Johann Bernoulli: The most gifted in a Gifted Family

Johann Bernoulli. 1667 – 1748

Johann Bernoulli was born on August 6, 1667 in Basel, Switzerland. The son of Nicholaus Bernoulli, Johann was one of the most accomplished mathematicians in a family that spawned several of the most eminent mathematicians in history. His father had hoped that Johann would study business at the university, so that he could take over the family spice trade. Although Johann’s first wish was to be a mathematician, this was unacceptable to his father, and, after prolonged negotiation the younger Bernoulli agreed to study medicine.  

Though he took courses in medicine, Johann spent most of his time learning mathematics with his older brother Jacob who was 12 years his senior and employed as a lecturer on experimental physics at the University of Basel. 
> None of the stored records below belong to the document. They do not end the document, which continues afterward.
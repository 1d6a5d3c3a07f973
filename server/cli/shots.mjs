import { assertNodeVersion } from './lib/nodeVersion.mjs'

assertNodeVersion()
const { runMain } = await import('./lib/runMain.mjs')
const { makeShots } = await import('./lib/makeShots.mjs')

await runMain((lifecycle) => makeShots({ lifecycle, target: process.argv[2] }))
In 1691, at the age of 24, Johann went to Geneva where he gave lectures on differential calculus and from there visited Paris where he met Guillaume de L’Hopîtal. The French mathematician paid Johann handsomely to tutor him in the techniques in calculus as they were recently developed by Leibniz. The lessons formed the basis of one of the definitive books on calculus in that era, and it contained Johann’s proof of what is known as de l’Hôpital’s rule, but Bernoulli felt that L’Hopîtal did not appropriately acknowledge his contribution. 

The 1690’s were a decade of high achievement for Johann, In 1691, he solved the problem of the catenary, posed by Jacob, by deriving the equation of the curve representing a cable suspended between two fixed points.  Johann Bernoulli had already solved the problem of the catenary which had been posed by his brother in 1691. And between 1692 and 1693, he and Jacob worked together in a somewhat amiable rivalry on what are called “caustic curves.” In 1694, Johann submitted his doctoral dissertation in medicine involving an application of mathematics to muscular movement. In that same year, he explored the properties of the function y = xx and applied integration by parts to find the sum for several different types of series. He also discovered the addition theorems for trigonometric and hyperbolic functions. By 1695, he reputation was established and he was offered the chair of mathematics at both Halle and Groningen.

Competition between Jacob and Johann became increasingly vitriolic over the years, and reached a point of irreconcilability. In 1696, Johann proposed the famous brachistochrone problem that asks for the equation of a track joining two points of different altitude that would minimize the time required for a ball bearing to descend, under the influence of gravity, from the higher to the lower point in minimum time. Both Johann and Leibniz found solutions to the problem as did Jacob and two other European mathematicians. Johann and Leibniz, in a plan to challenge Isaac Newton, had posted the problem as a “challenge to the mathematicians of Europe.” One day, Newton, on returning from his work at the Royal Mint discovered the challenge, and applying his legendary power of concentration, solved the problem and communicated his solution anonymously the following day to the Royal Society. On reading the solution, Bernoulli announced, “Ah, I recognize the lion by his paw.”

Johann Bernoulli continued to generate important mathematical results in the early decades of the 18th century, publishing Hydraulica in 1738, but backdating it in an effort to preempt his son Daniel’s publication of Hydrodynamica in 1734. In spite of his pathological need to compete with his brother, his son and everyone else, Johann Bernoulli’s contribution to mathematics was outstanding and his tombstone inscription pays tribute to him as the “Archimedes of his age.”